◆ Data ◆

•••••

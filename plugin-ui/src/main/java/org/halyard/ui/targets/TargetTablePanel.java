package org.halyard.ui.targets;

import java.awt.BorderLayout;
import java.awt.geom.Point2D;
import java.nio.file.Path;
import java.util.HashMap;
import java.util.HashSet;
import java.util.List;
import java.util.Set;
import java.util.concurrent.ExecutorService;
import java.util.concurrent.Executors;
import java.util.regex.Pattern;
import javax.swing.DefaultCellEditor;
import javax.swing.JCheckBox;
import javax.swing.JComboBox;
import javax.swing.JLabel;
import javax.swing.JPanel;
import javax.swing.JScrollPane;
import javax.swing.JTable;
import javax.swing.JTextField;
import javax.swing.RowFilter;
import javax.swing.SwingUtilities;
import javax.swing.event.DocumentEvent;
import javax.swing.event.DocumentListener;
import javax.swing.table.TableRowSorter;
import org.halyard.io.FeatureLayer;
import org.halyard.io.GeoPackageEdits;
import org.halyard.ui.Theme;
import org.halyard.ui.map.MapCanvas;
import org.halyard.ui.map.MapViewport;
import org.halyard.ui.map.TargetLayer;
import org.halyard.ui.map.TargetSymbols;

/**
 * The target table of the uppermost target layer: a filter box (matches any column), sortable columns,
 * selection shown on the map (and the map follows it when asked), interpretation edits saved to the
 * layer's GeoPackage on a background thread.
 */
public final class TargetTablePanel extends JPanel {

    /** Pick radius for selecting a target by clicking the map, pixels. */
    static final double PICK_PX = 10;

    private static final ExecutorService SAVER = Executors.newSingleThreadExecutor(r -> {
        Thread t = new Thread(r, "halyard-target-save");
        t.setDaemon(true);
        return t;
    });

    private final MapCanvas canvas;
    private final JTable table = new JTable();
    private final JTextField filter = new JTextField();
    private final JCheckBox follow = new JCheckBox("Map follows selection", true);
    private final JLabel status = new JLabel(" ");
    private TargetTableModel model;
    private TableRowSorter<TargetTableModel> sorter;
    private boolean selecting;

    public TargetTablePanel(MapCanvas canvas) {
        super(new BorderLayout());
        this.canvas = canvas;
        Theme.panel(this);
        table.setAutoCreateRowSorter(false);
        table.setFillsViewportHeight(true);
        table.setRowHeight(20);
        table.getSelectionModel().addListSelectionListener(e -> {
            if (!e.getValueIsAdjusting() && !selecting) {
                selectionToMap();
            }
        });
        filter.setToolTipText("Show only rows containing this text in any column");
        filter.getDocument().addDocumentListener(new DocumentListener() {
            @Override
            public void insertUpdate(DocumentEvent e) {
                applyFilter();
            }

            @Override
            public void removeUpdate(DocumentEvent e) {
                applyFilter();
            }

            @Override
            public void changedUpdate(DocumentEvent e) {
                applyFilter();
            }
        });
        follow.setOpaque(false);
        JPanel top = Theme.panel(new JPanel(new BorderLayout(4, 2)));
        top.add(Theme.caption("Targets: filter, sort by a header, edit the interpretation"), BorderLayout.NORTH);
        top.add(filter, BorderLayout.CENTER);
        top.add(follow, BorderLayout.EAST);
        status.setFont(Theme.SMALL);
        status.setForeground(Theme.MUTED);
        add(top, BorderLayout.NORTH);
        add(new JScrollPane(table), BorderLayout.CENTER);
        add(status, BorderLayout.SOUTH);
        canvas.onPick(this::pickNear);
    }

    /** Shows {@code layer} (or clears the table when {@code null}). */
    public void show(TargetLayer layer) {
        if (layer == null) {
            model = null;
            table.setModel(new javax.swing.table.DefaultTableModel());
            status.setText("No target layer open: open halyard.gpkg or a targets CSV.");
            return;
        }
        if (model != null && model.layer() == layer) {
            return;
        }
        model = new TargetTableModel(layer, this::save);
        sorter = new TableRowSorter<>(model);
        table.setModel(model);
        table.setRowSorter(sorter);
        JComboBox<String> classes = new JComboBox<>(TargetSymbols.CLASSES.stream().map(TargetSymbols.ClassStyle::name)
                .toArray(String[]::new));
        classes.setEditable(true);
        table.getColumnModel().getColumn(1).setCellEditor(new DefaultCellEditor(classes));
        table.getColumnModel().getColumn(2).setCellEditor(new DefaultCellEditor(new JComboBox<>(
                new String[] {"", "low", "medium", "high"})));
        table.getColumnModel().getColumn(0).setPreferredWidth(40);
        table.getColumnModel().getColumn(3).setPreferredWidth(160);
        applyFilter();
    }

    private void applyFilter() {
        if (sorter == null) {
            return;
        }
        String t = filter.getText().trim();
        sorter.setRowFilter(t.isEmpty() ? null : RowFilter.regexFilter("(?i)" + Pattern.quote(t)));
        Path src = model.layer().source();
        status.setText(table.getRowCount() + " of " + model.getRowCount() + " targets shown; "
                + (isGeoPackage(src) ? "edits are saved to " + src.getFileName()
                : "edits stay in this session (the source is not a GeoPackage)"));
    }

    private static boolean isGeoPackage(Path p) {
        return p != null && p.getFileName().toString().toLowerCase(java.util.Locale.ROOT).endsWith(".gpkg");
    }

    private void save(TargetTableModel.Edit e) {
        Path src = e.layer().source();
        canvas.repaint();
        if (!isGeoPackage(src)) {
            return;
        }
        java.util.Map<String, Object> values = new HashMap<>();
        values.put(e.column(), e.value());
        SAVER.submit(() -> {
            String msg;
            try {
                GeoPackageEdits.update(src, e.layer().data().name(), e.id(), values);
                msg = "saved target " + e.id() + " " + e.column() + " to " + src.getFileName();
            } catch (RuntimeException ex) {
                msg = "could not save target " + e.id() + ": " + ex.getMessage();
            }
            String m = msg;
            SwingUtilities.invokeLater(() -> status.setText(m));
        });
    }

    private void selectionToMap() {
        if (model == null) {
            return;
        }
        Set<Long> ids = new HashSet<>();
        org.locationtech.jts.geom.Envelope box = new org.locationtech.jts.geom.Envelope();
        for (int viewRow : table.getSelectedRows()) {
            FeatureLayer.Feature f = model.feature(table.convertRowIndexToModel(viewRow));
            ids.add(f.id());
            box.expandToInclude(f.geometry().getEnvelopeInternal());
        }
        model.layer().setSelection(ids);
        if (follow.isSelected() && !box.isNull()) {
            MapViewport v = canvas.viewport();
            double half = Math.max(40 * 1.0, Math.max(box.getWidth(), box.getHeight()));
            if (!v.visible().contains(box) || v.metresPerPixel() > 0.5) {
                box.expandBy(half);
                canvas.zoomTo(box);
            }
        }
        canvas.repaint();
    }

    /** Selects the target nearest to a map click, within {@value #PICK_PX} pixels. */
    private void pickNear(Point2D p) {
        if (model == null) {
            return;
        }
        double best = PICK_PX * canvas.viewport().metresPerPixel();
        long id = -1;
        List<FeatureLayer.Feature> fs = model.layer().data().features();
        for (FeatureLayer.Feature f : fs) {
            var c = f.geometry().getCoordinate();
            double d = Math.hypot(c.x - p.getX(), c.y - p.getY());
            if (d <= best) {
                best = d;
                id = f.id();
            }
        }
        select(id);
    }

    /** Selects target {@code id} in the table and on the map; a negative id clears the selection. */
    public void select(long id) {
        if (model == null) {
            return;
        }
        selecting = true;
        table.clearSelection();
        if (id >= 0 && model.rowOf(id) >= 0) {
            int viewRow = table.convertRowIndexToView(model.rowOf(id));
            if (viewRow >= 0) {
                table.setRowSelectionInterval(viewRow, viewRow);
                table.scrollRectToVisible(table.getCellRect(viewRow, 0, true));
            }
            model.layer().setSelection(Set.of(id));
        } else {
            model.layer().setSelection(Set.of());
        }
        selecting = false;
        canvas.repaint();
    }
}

•••••

◆ Task statement ◆
All the records above are to be reproduced exactly.

◆ Response area ◆
filename plugin-ui/src/main/java/org/halyard/ui/targets/TargetTablePanel.java
package org.halyard.ui.targets;

import java.awt.BorderLayout;
import java.awt.geom.Point2D;
import java.nio.file.Path;
import java.util.HashMap;
import java.util.HashSet;
import java.util.List;
import java.util.Set;
import java.util.concurrent.ExecutorService;
import java.util.concurrent.Executors;
import java.util.regex.Pattern;
import javax.swing.DefaultCellEditor;
import javax.swing.JCheckBox;
import javax.swing.JComboBox;
import javax.swing.JLabel;
import javax.swing.JPanel;
import javax.swing.JScrollPane;
import javax.swing.JTable;
import javax.swing.JTextField;
import javax.swing.RowFilter;
import javax.swing.SwingUtilities;
import javax.swing.event.DocumentEvent;
import javax.swing.event.DocumentListener;
import javax.swing.table.TableRowSorter;
import org.halyard.io.FeatureLayer;
import org.halyard.io.GeoPackageEdits;
import org.halyard.ui.Theme;
import org.halyard.ui.map.MapCanvas;
import org.halyard.ui.map.MapViewport;
import org.halyard.ui.map.TargetLayer;
import org.halyard.ui.map.TargetSymbols;

/**
 * The target table of the uppermost target layer: a filter box (matches any column), sortable columns,
 * selection shown on the map (and the map follows it when asked), interpretation edits saved to the
 * layer's GeoPackage on a background thread.
 */
public final class TargetTablePanel extends JPanel {

    /** Pick radius for selecting a target by clicking the map, pixels. */
    static final double PICK_PX = 10;

    private static final ExecutorService SAVER = Executors.newSingleThreadExecutor(r -> {
        Thread t = new Thread(r, "halyard-target-save");
        t.setDaemon(true);
        return t;
    });

    private final MapCanvas canvas;
    private final JTable table = new JTable();
    private final JTextField filter = new JTextField();
    private final JCheckBox follow = new JCheckBox("Map follows selection", true);
    private final JLabel status = new JLabel(" ");
    private TargetTableModel model;
    private TableRowSorter<TargetTableModel> sorter;
    private boolean selecting;

    public TargetTablePanel(MapCanvas canvas) {
        super(new BorderLayout());
        this.canvas = canvas;
        Theme.panel(this);
        table.setAutoCreateRowSorter(false);
        table.setFillsViewportHeight(true);
        table.setRowHeight(20);
        table.getSelectionModel().addListSelectionListener(e -> {
            if (!e.getValueIsAdjusting() && !selecting) {
                selectionToMap();
            }
        });
        filter.setToolTipText("Show only rows containing this text in any column");
        filter.getDocument().addDocumentListener(new DocumentListener() {
            @Override
            public void insertUpdate(DocumentEvent e) {
                applyFilter();
            }

            @Override
            public void removeUpdate(DocumentEvent e) {
                applyFilter();
            }

            @Override
            public void changedUpdate(DocumentEvent e) {
                applyFilter();
            }
        });
        follow.setOpaque(false);
        JPanel top = Theme.panel(new JPanel(new BorderLayout(4, 2)));
        top.add(Theme.caption("Targets: filter, sort by a header, edit the interpretation"), BorderLayout.NORTH);
        top.add(filter, BorderLayout.CENTER);
        top.add(follow, BorderLayout.EAST);
        status.setFont(Theme.SMALL);
        status.setForeground(Theme.MUTED);
        add(top, BorderLayout.NORTH);
        add(new JScrollPane(table), BorderLayout.CENTER);
        add(status, BorderLayout.SOUTH);
        canvas.onPick(this::pickNear);
    }

    /** Shows {@code layer} (or clears the table when {@code null}). */
    public void show(TargetLayer layer) {
        if (layer == null) {
            model = null;
            table.setModel(new javax.swing.table.DefaultTableModel());
            status.setText("No target layer open: open halyard.gpkg or a targets CSV.");
            return;
        }
        if (model != null && model.layer() == layer) {
            return;
        }
        model = new TargetTableModel(layer, this::save);
        sorter = new TableRowSorter<>(model);
        table.setModel(model);
        table.setRowSorter(sorter);
        JComboBox<String> classes = new JComboBox<>(TargetSymbols.CLASSES.stream().map(TargetSymbols.ClassStyle::name)
                .toArray(String[]::new));
        classes.setEditable(true);
        table.getColumnModel().getColumn(1).setCellEditor(new DefaultCellEditor(classes));
        table.getColumnModel().getColumn(2).setCellEditor(new DefaultCellEditor(new JComboBox<>(
                new String[] {"", "low", "medium", "high"})));
        table.getColumnModel().getColumn(0).setPreferredWidth(40);
        table.getColumnModel().getColumn(3).setPreferredWidth(160);
        applyFilter();
    }

    private void applyFilter() {
        if (sorter == null) {
            return;
        }
        String t = filter.getText().trim();
        sorter.setRowFilter(t.isEmpty() ? null : RowFilter.regexFilter("(?i)" + Pattern.quote(t)));
        Path src = model.layer().source();
        status.setText(table.getRowCount() + " of " + model.getRowCount() + " targets shown; "
                + (isGeoPackage(src) ? "edits are saved to " + src.getFileName()
                : "edits stay in this session (the source is not a GeoPackage)"));
    }

    private static boolean isGeoPackage(Path p) {
        return p != null && p.getFileName().toString().toLowerCase(java.util.Locale.ROOT).endsWith(".gpkg");
    }

    private void save(TargetTableModel.Edit e) {
        Path src = e.layer().source();
        canvas.repaint();
        if (!isGeoPackage(src)) {
            return;
        }
        java.util.Map<String, Object> values = new HashMap<>();
        values.put(e.column(), e.value());
        SAVER.submit(() -> {
            String msg;
            try {
                GeoPackageEdits.update(src, e.layer().data().name(), e.id(), values);
                msg = "saved target " + e.id() + " " + e.column() + " to " + src.getFileName();
            } catch (RuntimeException ex) {
                msg = "could not save target " + e.id() + ": " + ex.getMessage();
            }
            String m = msg;
            SwingUtilities.invokeLater(() -> status.setText(m));
        });
    }

    private void selectionToMap() {
        if (model == null) {
            return;
        }
        Set<Long> ids = new HashSet<>();
        org.locationtech.jts.geom.Envelope box = new org.locationtech.jts.geom.Envelope();
        for (int viewRow : table.getSelectedRows()) {
            FeatureLayer.Feature f = model.feature(table.convertRowIndexToModel(viewRow));
            ids.add(f.id());
            box.expandToInclude(f.geometry().getEnvelopeInternal());
        }
        model.layer().setSelection(ids);
        if (follow.isSelected() && !box.isNull()) {
            MapViewport v = canvas.viewport();
            double half = Math.max(40 * 1.0, Math.max(box.getWidth(), box.getHeight()));
            if (!v.visible().contains(box) || v.metresPerPixel() > 0.5) {
                box.expandBy(half);
                canvas.zoomTo(box);
            }
        }
        canvas.repaint();
    }

    /** Selects the target nearest to a map click, within {@value #PICK_PX} pixels. */
    private void pickNear(Point2D p) {
        if (model == null) {
            return;
        }
        double best = PICK_PX * canvas.viewport().metresPerPixel();
        long id = -1;
        List<FeatureLayer.Feature> fs = model.layer().data().features();
        for (FeatureLayer.Feature f : fs) {
            var c = f.geometry().getCoordinate();
            double d = Math.hypot(c.x - p.getX(), c.y - p.getY());
            if (d <= best) {
                best = d;
                id = f.id();
            }
        }
        select(id);
    }

    /** Selects target {@code id} in the table and on the map; a negative id clears the selection. */
    public void select(long id) {
        if (model == null) {
            return;
        }
        selecting = true;
        table.clearSelection();
        if (id >= 0 && model.rowOf(id) >= 0) {
            int viewRow = table.convertRowIndexToView(model.rowOf(id));
            if (viewRow >= 0) {
                table.setRowSelectionInterval(viewRow, viewRow);
                table.scrollRectToVisible(table.getCellRect(viewRow, 0, true));
            }
            model.layer().setSelection(Set.of(id));
        } else {
            model.layer().setSelection(Set.of());
        }
        selecting = false;
        canvas.repaint();
    }
}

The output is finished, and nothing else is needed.